Australia is the model, but not a finished answer
Australia’s system is the live comparison point. Its social media minimum-age rules took effect on December 10, 2025, and the country’s eSafety Commissioner says age-restricted platforms must take reasonable steps to prevent under-16s from creating or keeping accounts. The regulator identifies Facebook, Instagram, Snapchat, Threads, TikTok, Twitch, X, YouTube, Kick, and Reddit as age-restricted platforms, while noting that online gaming and standalone messaging apps are excluded under its current rules unless they include social-media-style features.
The Australian regime is not framed as a punishment for children or parents. The compliance duty sits on platforms. Civil penalties can reach up to 49.5 million Australian dollars for companies that fail to take reasonable steps, according to the eSafety Commissioner’s guidance.
Australia also shows why the UK wants to go beyond a platform list. eSafety says platforms removed access to 4.7 million under-16 accounts by mid-December 2025, but the regulator’s March 2026 update also emphasized that implementation takes time and that age restrictions are only one part of a wider safety system. Children can move to less visible services, use shared devices, misstate ages, or find workarounds. Harmful design patterns can also reappear in features that sit outside the narrow legal definition of social media.
Games and AI companions are now part of the same fight
The most consequential part of the UK approach may be its treatment of platforms that do not look like traditional social networks. Roblox, Discord-like communities, game voice chat, livestreaming, and AI companion apps all mix entertainment with social interaction. For a child, the relevant risk may not be the category label on an app store page. It may be who can contact them, what the recommendation system amplifies, whether messages disappear, whether strangers can move a conversation elsewhere, or whether an AI chatbot simulates intimacy.
That makes enforcement more complex. A game could be low risk in solo mode and high risk in open chat. A messaging feature could be benign among verified friends and risky when adults can contact minors. An AI chatbot could be an ordinary homework helper in one setting and a sexualized companion in another. Rules written around app categories will struggle to keep up with products that keep blending social, gaming, creator, and AI functions.
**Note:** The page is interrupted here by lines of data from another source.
class _Context:
    """Full-grid arrays shared by every catchment of a table (computed once)."""

    def __init__(self, fm, network):
        t = fm.terrain
        self.fm = fm
        self.network = network
        self.nc = t.shape[1]
        # NaN marks nodata in both (Terrain and flow folders); windows re-apply validity
        self.z = fm.input_elevation if fm.input_elevation is not None else t.elevation
        self.valid = t.valid
        g = t.geometry
        self.row_area = g.area
        nd = g.neighbour_distances()
        self.dx = np.ascontiguousarray(g.dx, dtype=np.float64)
        self.dy_up = np.ascontiguousarray(nd[:, 0], dtype=np.float64)
        self.dy_down = np.ascontiguousarray(g.dy_down, dtype=np.float64)
        self.cell_w = abs(t.transform.a)
        self.cell_h = abs(t.transform.e)
        self._dl = None
        if network is not None and network.mask.shape != t.shape:
            raise InputError("the channel network is not on the flow model's grid")
        if network is not None:
            self.channel_flat = np.asarray(network.mask).ravel()
            self.stream_flat = np.asarray(network.stream_id).ravel()
            self.strahler_flat = np.asarray(network.strahler).ravel()

    slope = aspect = None

    def horn(self, r0, r1, c0, c1):
        """Horn slope and aspect of the window rows r0..r1, cols c0..c1 (inclusive)."""
        zp = np.where(self.valid[r0:r1 + 1, c0:c1 + 1], self.z[r0:r1 + 1, c0:c1 + 1],
                      np.nan).astype(np.float64)
        return _channels.horn_slope_aspect(zp, self.dx[r0:r1 + 1], self.dy_up[r0:r1 + 1],
                                           self.dy_down[r0:r1 + 1])

    def use_full_grid_slope(self, r0, r1, c0, c1):
        """Compute slope and aspect once for the whole grid when the catchments' padded
        windows (rows ``r0..r1``, cols ``c0..c1`` each) cover more cells in all than the
        grid (nested catchments)."""
        nr, nc = self.valid.shape
        if _window_cells(r0, r1, c0, c1) > nr * nc:
            self.slope, self.aspect = self.horn(0, nr - 1, 0, nc - 1)

    @property
    def downstream_length(self):
        if self._dl is None:
            self._dl = self.fm.downstream_length().ravel()
        return self._dl


def _window_cells(r0, r1, c0, c1) -> float:
    """The cells of the windows rows ``r0..r1``, cols ``c0..c1`` padded by one cell, in
    all (empty windows, ``r1 < r0``, count nothing)."""
    ok = r1 >= r0
    return float(np.sum((r1[ok] - r0[ok] + 3.0) * (c1[ok] - c0[ok] + 3.0)))


#: Nested catchments (label ranges) are measured each on its window, as catchments
#: given by masks are, when they are at most this many and their padded windows hold at
#: most WINDOW_MAX_CELLS cells in all: a few tenths of a second of numpy work, less than
#: listing the whole grid's cells by label for :class:`._measure_arrays.NestedNumbers`
#: (and, on a new machine, than compiling its kernels: about 10 s). Both give the same
#: numbers up to the order of summation (``tests/test_morphometry_batch.py``).
WINDOW_MAX_CATCHMENTS = 64
WINDOW_MAX_CELLS = 2_000_000


def _range_boxes(ranges, rmin, rmax, cmin, cmax):
    """Bounding box of each label range (lo, hi) from the boxes of the labels."""
    n = ranges.shape[0]
    out = (np.full(n, 2 ** 62, np.int64), np.full(n, -1, np.int64),
           np.full(n, 2 ** 62, np.int64), np.full(n, -1, np.int64))
    for i in range(n):
        lo, hi = int(ranges[i, 0]), int(ranges[i, 1]) + 1
        if 0 < lo < hi <= rmin.size:
            out[0][i], out[1][i] = rmin[lo:hi].min(), rmax[lo:hi].max()
            out[2][i], out[3][i] = cmin[lo:hi].min(), cmax[lo:hi].max()
    return out


def hypsometric_curve(elevation, weights=None, levels: int = HYPSOMETRIC_LEVELS):
    """Hypsometric curve (Strahler 1952): share of the basin area above each relative height.

    Parameters
    ----------
    elevation : array of float
        Elevations (m) of the basin's cells (NaN ignored).
    weights : array of float, optional
        Cell areas (m²); equal areas when omitted.
    levels : int
        Number of relative heights from 0 to 1.

    Returns
    -------
    pandas.DataFrame
        ``relative_height``, ``relative_area_above``, ``elevation_m``, ``area_above_m2``.

    References
    ----------
    Strahler, A. N. (1952). Hypsometric (area-altitude) analysis of erosional topography.
    GSA Bulletin 63:1117-1142.

    Examples
    --------
    >>> from basinkit.analysis.morphometry import hypsometric_curve
    >>> c = hypsometric_curve([0.0, 1.0, 2.0, 3.0], levels=4)
    >>> c["relative_area_above"].tolist()
    [1.0, 0.75, 0.5, 0.25]
    """
    z = np.asarray(elevation, dtype=np.float64).ravel()
    w = np.ones_like(z) if weights is None else np.asarray(weights, np.float64).ravel()
    ok = np.isfinite(z)
    return _curve_frame(*_hypsometry(z[ok], w[ok], levels))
For platforms, the direction of travel is still visible. Services likely to be used by children will need clearer age gates, safer defaults, feature-level controls, audit trails for risk decisions, and evidence that they are not relying on self-declared birthdays. Gaming and chatbot companies that once saw online safety as a social-network problem should assume that regulators now see their products as part of the same child-safety map.
What to watch next
The immediate question is how precise Starmer’s announcement will be. A strong policy signal is not the same as an enforceable rule. The platform list, start date, appeals process, technical standards for age assurance, treatment of VPNs, rules for games and messaging services, privacy safeguards, and penalties will decide whether the UK plan becomes a workable child-safety system or a broad mandate that is difficult to enforce without checking the identity of ordinary users.
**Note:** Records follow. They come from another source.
def test_idf_not_monotonic(basin, tmp_path, capsys):
    d, _ = basin
    text = (d / "idf.csv").read_text().splitlines()
    text[3] = text[3].rsplit(",", 1)[0] + ",999"  # 15-min 2-year intensity jumps up
    (tmp_path / "bad_idf.csv").write_text("\n".join(text) + "\n")
    _refused(basin, tmp_path, capsys, rain=["--idf-table", tmp_path / "bad_idf.csv",
                                            "--return-period", "100"],
             match="not monotonic")


def test_idf_lacking_the_needed_duration(basin, tmp_path, capsys):
    """A table from 60 min up cannot give the Rational intensity at Tc (minutes here)."""
    d, _ = basin
    lines = (d / "idf.csv").read_text().splitlines()
    keep = [lines[0]] + [ln for ln in lines[1:] if int(ln.split(",")[0]) >= 60]
    (tmp_path / "long_idf.csv").write_text("\n".join(keep) + "\n")
    _refused(basin, tmp_path, capsys, rain=["--idf-table", tmp_path / "long_idf.csv",
                                            "--return-period", "100"],
             match="lacks the needed duration")


def test_rainfall_without_units(basin, tmp_path, capsys):
    d, _ = basin
    _refused(basin, tmp_path, capsys, rain=["--rainfall-depth", "110"], match="no unit")
    (tmp_path / "idf_nounit.csv").write_text(
        (d / "idf.csv").read_text().replace("intensity_mm_per_h", "intensity"))
    _refused(basin, tmp_path, capsys, rain=["--idf-table", tmp_path / "idf_nounit.csv",
                                            "--return-period", "100"], match="no unit")
    (tmp_path / "h_nounit.csv").write_text("time,depth\n30,5\n60,10\n")
    _refused(basin, tmp_path, capsys, rain=["--hyetograph", tmp_path / "h_nounit.csv"],
             match="has no unit")


def test_missing_rainfall_or_curve_number(basin, tmp_path, capsys):
    _refused(basin, tmp_path, capsys, rain=[], match="design rainfall")
    _refused(basin, tmp_path, capsys, base=_without("--curve-number"), match="curve number")


def test_job_refuses_rainfall_without_units(basin, tmp_path, capsys):
    """[design_flow] rainfall_depth = 110 (a bare number): one line, exit 2, the output
    folder not created."""
    d, _ = basin
    job = tmp_path / "job.toml"
    job.write_text(textwrap.dedent(f"""
        [inputs]
        dem = "{d / 'dem.tif'}"
        outlets = "{d / 'outlets.csv'}"
        [design_flow]
        rainfall_depth = 110
        curve_number = 70
        [outputs]
        folder = "{tmp_path / 'jobout'}"
        """))
    code, _, err = run(["-q", "run", job], capsys)
    assert code == 2 and "rainfall_depth" in err and "no unit" in err
    assert len(err.strip().splitlines()) == 1
    assert not (tmp_path / "jobout").exists()


# ---------------------------------------------------------------------- job = command
def test_job_and_command_give_the_same_bytes(basin, tmp_path):
    """A job with [design_flow] (CN raster, own hyetograph, Kirpich Tc) and the command with
    the same settings write the same design-flow files byte for byte; the report of the
    job's folder shows each outlet's design flows from those files."""
    from basinkit.report import write_report
    from basinkit.workflow.runner import run_job

    d, _ = basin
    job = tmp_path / "job.toml"
    job.write_text(textwrap.dedent(f"""
        [inputs]
        dem = "{d / 'dem.tif'}"
        outlets = "{d / 'outlets.csv'}"
        [outlets]
        snap_radius_m = 0
        [profiles]
        enabled = false
        [morphometry]
        enabled = false
        [design_flow]
        hyetograph = "{d / 'hyeto.csv'}"
        return_period_yr = 50
        curve_number_file = "{d / 'cn.tif'}"
        cn_weighting = "runoff_per_cell"
        tc_method = "kirpich"
        base_flow_m3_per_s = 0.1
        [outputs]
        folder = "{tmp_path / 'jobout'}"
        """))
    res = run_job(job, report=write_report)
    assert res.exit_status == 0 and res.stages["design_flow"]["status"] == "done"
    code, _, _ = run(["-q", "design-flow", d / "flow", "--outlets", d / "outlets.csv",
                      *OUTLETS, "--hyetograph", d / "hyeto.csv", "--return-period", "50",
                      "--curve-number-file", d / "cn.tif", "--cn-weighting",
                      "runoff_per_cell", "--tc-method", "kirpich", "--base-flow", "0.1",
                      "-o", tmp_path / "cmd"])
    assert code == 0
    made = sorted(p.relative_to(tmp_path / "cmd").as_posix()
                  for p in (tmp_path / "cmd").rglob("*") if p.is_file()
                  and p.name != ".basinkit-manifest.json")  # each folder's own record
    assert len(made) == 6
    for name in made:
        a, b = (tmp_path / "cmd" / name), (res.folder / name)
        if name.endswith(".json"):
            ja, jb = json.loads(a.read_text()), json.loads(b.read_text())
            assert ja["cautions"] == jb["cautions"] and ja["files"] == jb["files"]
            assert ja["design_flow_inputs"] == jb["design_flow_inputs"]
            continue
        assert a.read_bytes() == b.read_bytes(), name
    # the job's provenance lists the design-flow input files with their hashes
    prov = json.loads((res.folder / "provenance.json").read_text())
    assert "design_flow_hyetograph" in prov["inputs"]
    # the report: a design-flow part per outlet, built from the files
    html = (res.folder / "report.html").read_text()
    t = pd.read_csv(res.folder / "design_flows.csv")
    assert html.count("Design flows (planning-level estimate)") == 2
    assert "design storm and hydrograph" in html
    for oid in ("lower", "upper"):
        q = t[(t["outlet_id"] == oid) & (t["method"] == "nrcs_unit_hydrograph")][
            "peak_discharge_m3_per_s"].iloc[0]
        assert f"{q:.3g}" in html
    assert "Time of concentration by method" in html and "Inputs used" in html
    assert "hyeto.csv" not in html or "user hyetograph" in html
    assert "Ranges of applicability" in html and "licensed professional" in html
The UK is not moving in isolation. Australia has already made under-16 social media restrictions operational. The EU, U.S. states, and other governments are also tightening rules around minors, addictive design, age-appropriate experiences, and AI companions. The UK plan is notable because it appears to combine all of those tensions in one package: social media access, platform design, gaming chat, AI intimacy, youth sleep, identity checks, and regulator oversight.
If the details match the early reporting, the UK will be testing whether child online safety can be regulated by feature and function rather than by app name. That is the part every platform should be watching.